1930年代,罗振玉在巨作《三代吉金文存》之中,完整收录两件周㗬壶的铭文拓本。两壶器铭及盖铭能还原配对,也是仗着这位国学大师根据「四鉴」考证所致。
《积古斋钟鼎彝器款识》收录周㗬壶铭
民国 吴昌硕《周㗬壶》轴(局部)︱台北故宫
研究过周㗬壶的大人物之中,还有一位更令人颇感意外,便是吴昌硕。
台北故宫有一件馆藏,乃吴昌硕74岁时(1917年)所作,绘画了其中一件周㗬壶盖,同时墨拓壶盖铭文,并书写自己的看法。
这位近代书画巨匠首先表示,《说文解字》记载「㗬」是嘴唇厚的意思。接着,他谈到铭文最后一字,指晚清金石学家吴大澄在著作附录有所记录,惟未有详加解释。
至于吴昌硕本人,认为此字其实属于象形,可以释为「匜」,而壶和匜实为同类,分别仅在于两者器盖形状有别。
因为后世学者研究,我们知道壶和匜的模样是完全不同的,铭文的最后一字实为族徽「周」。不过这件逸事,也侧面印证了周㗬壶是何等重器,连吴昌硕也大感兴趣,仔细研究一番。
西周中期 周乎卣︱台北故宫(左下角铭文为周㗬壶的相同族徽)
翻查纪录,存世可见一小组青铜器,包括台北故宫的西周中期「周乎卣」,以及波士顿美术馆的「周父己爵」等,皆署相同的「周」族徽,可知当为同族之器,堪作参考。
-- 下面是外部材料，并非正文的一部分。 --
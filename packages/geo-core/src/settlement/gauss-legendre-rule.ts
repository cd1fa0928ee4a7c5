/** Nodes on (−1, 1) and their weights. */
export interface GaussLegendreRule {
  readonly nodes: Float64Array;
  readonly weights: Float64Array;
}

/**
 * The n-point Gauss–Legendre quadrature rule on (−1, 1): the nodes are the
 * roots of the Legendre polynomial Pn, found by Newton's method from
 * Tricomi's starting values cos(π(i − ¼)/(n + ½)), with weights
 * 2/((1 − x²)·Pn′(x)²). Exact for polynomials of degree 2n − 1.
 *
 * Source: Abramowitz & Stegun (1964), *Handbook of Mathematical Functions*,
 * §25.4.29 (the rule) and table 25.4 (nodes and weights to check against).
 *
 * @param pointCount n, an integer from 1 to 200
 * @returns the nodes (ascending) and weights
 * @throws RangeError when n is not an integer in 1–200
 * @example gaussLegendreRule(2) // nodes ∓0.5773502692, weights 1, 1
 */
export function gaussLegendreRule(pointCount: number): GaussLegendreRule {
  if (!Number.isInteger(pointCount) || pointCount < 1 || pointCount > 200) throw new RangeError('gaussLegendreRule requires an integer pointCount from 1 to 200');
  const nodes = new Float64Array(pointCount);
  const weights = new Float64Array(pointCount);
  for (let i = 1; i <= pointCount; i += 1) {
    let x = Math.cos((Math.PI * (i - 0.25)) / (pointCount + 0.5));
    let derivative = 1;
    for (let iteration = 0; iteration < 100; iteration += 1) {
      let previous = 1;
      let current = x;
      for (let degree = 2; degree <= pointCount; degree += 1) {
        const next = ((2 * degree - 1) * x * current - (degree - 1) * previous) / degree;
        previous = current;
        current = next;
      }
      derivative = (pointCount * (x * current - previous)) / (x * x - 1);
      const step = current / derivative;
      x -= step;
      if (Math.abs(step) < 1e-16) break;
    }
    nodes[pointCount - i] = x;
    weights[pointCount - i] = 2 / ((1 - x * x) * derivative * derivative);
  }
  return { nodes, weights };
}
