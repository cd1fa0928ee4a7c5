import { describe, expect, it } from 'vitest';
import { elasticInfluenceFactor } from './elastic-influence-factor.js';
import { foxDepthFactor } from './fox-depth-factor.js';
import { immediateSettlementFiniteLayer } from './immediate-settlement-finite-layer.js';
import { steinbrennerFactors } from './steinbrenner-factors.js';
import { steinbrennerFactorsInto } from './steinbrenner-factors-into.js';

describe('steinbrennerFactors(lengthRatio, depthRatio)', () => {
  it('m′ = n′ = 1 gives the published F1 = 0.142 and F2 = 0.083 (Das, Principles of Foundation Engineering, F1/F2 tables, from memory)', () => {
    const { f1, f2 } = steinbrennerFactors(1, 1);
    expect(Math.abs(f1 - 0.142)).toBeLessThanOrEqual(0.0005);
    expect(Math.abs(f2 - 0.083)).toBeLessThanOrEqual(0.0005);
  });

  it('F2 at m′ = n′ = 1 is exactly 1/12: (1/2π)·atan(1/√3) = (1/2π)(π/6)', () => {
    expect(steinbrennerFactors(1, 1).f2).toBeCloseTo(1 / 12, 14);
  });

  it('tends to the half-space corner factor as the layer deepens, with F2 → 0', () => {
    for (const m of [1, 2, 5]) {
      const deep = steinbrennerFactors(m, 1e6);
      expect(deep.f1).toBeCloseTo(elasticInfluenceFactor('rectangle', m, 'corner') ?? 0, 5);
      expect(steinbrennerFactors(m, Infinity).f1).toBeCloseTo(elasticInfluenceFactor('rectangle', m, 'corner') ?? 0, 12);
      expect(deep.f2).toBeLessThan(1e-5);
    }
  });

  it('F1 grows with layer thickness', () => {
    expect(steinbrennerFactors(2, 2).f1).toBeGreaterThan(steinbrennerFactors(2, 1).f1);
  });

  it('is zero for a layer of no thickness', () => {
    expect(steinbrennerFactors(1, 0)).toEqual({ f1: 0, f2: 0 });
  });

  it('throws RangeError for m′ ≤ 0 or n′ < 0', () => {
    expect(() => steinbrennerFactors(0, 1)).toThrow(new RangeError('steinbrennerFactors requires a finite lengthRatio > 0'));
    expect(() => steinbrennerFactors(1, -1)).toThrow(new RangeError('steinbrennerFactors requires depthRatio >= 0'));
  });
});

describe('immediateSettlementFiniteLayer({ pressureKpa, widthM, lengthM, layerThicknessM, elasticModulusKpa, poissonRatio, position, depthFactor })', () => {
  const base = { pressureKpa: 100, widthM: 2, lengthM: 2, layerThicknessM: 1, elasticModulusKpa: 10_000, poissonRatio: 0.3, position: 'centre' as const };

  it('centre of a square on a layer H = B/2: four corners of B/2 with m′ = 1, n′ = 1', () => {
    // Hand calculation: Is = F1 + (1 − 0.6)/(0.7)·F2 = 0.14189 + 0.57143 × 0.08333 = 0.18951;
    // Se = 100 × 4 × 1 × 0.91/10 000 × 0.18951 = 0.0068982 m.
    expect(immediateSettlementFiniteLayer(base).settlementM).toBeCloseTo(0.0068982, 6);
  });

  it('on a very deep layer equals the half-space value q·B·(1 − ν²)/E·α', () => {
    const deep = immediateSettlementFiniteLayer({ ...base, layerThicknessM: Infinity }).settlementM;
    const halfSpace = ((100 * 2 * 0.91) / 10_000) * (elasticInfluenceFactor('rectangle', 1, 'centre') ?? 0);
    expect(deep).toBeCloseTo(halfSpace, 12);
  });

  it('is scaled by the given Fox depth factor', () => {
    expect(immediateSettlementFiniteLayer({ ...base, depthFactor: 0.8 }).settlementM).toBeCloseTo(0.8 * immediateSettlementFiniteLayer(base).settlementM, 12);
  });

  it('with foundationDepthM works out Fox’s If itself and reports it', () => {
    const buried = immediateSettlementFiniteLayer({ ...base, foundationDepthM: 1 });
    expect(buried.depthFactor).toBe(foxDepthFactor(1, 0.5, 0.3));
    expect(buried.settlementM).toBeCloseTo(buried.depthFactor * immediateSettlementFiniteLayer(base).settlementM, 15);
    expect(immediateSettlementFiniteLayer(base).depthFactor).toBe(1);
  });

  it('throws RangeError for both depthFactor and foundationDepthM, or a negative depth', () => {
    expect(() => immediateSettlementFiniteLayer({ ...base, depthFactor: 0.8, foundationDepthM: 1 })).toThrow(new RangeError('immediateSettlementFiniteLayer requires depthFactor or foundationDepthM, not both'));
    expect(() => immediateSettlementFiniteLayer({ ...base, foundationDepthM: -1 })).toThrow(new RangeError('immediateSettlementFiniteLayer requires a finite foundationDepthM >= 0'));
  });

  it('throws RangeError for a bad depth factor, L < B, a non-positive thickness or modulus', () => {
    expect(() => immediateSettlementFiniteLayer({ ...base, depthFactor: 1.2 })).toThrow(new RangeError('immediateSettlementFiniteLayer requires 0 < depthFactor <= 1'));
    expect(() => immediateSettlementFiniteLayer({ ...base, lengthM: 1 })).toThrow(new RangeError('immediateSettlementFiniteLayer requires finite widthM > 0 and lengthM >= widthM'));
    expect(() => immediateSettlementFiniteLayer({ ...base, layerThicknessM: 0 })).toThrow(new RangeError('immediateSettlementFiniteLayer requires layerThicknessM > 0'));
    expect(() => immediateSettlementFiniteLayer({ ...base, elasticModulusKpa: -1 })).toThrow(new RangeError('immediateSettlementFiniteLayer requires a finite elasticModulusKpa > 0'));
    expect(() => immediateSettlementFiniteLayer({ ...base, poissonRatio: -0.1 })).toThrow(new RangeError('immediateSettlementFiniteLayer requires 0 <= poissonRatio <= 0.5'));
  });
});

describe('steinbrennerFactorsInto(lengthRatio, depthRatio, out)', () => {
  it('writes exactly what steinbrennerFactors returns, including n′ = 0 and n′ = ∞', () => {
    const out = new Float64Array(2);
    for (const m of [1, 1.3, 2, 7.5]) {
      for (const n of [0, 0.2, 1, 4, 30, Infinity]) {
        steinbrennerFactorsInto(m, n, out);
        const { f1, f2 } = steinbrennerFactors(m, n);
        expect([out[0], out[1]]).toEqual([f1, f2]);
      }
    }
  });
});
载有重要铭文的上古青铜器,虽然鲜见于市场,但只要一现身,往往都引来炽热竞投。
例如2021年,纽约苏富比呈献商末「小子□簋」(小子名字难辨,故专家以□代之),估价US$80万,在现场触发长达16分钟的争夺战,终以逾US$543万高价易手;又好像2022年,纽约苏富比带来西周末「虢季氏子组壶」,亦以逾估价2.5倍的US$210万拍出。
周㗬壶今回能写下怎样的佳绩,我们会在半个月后再为大家报道。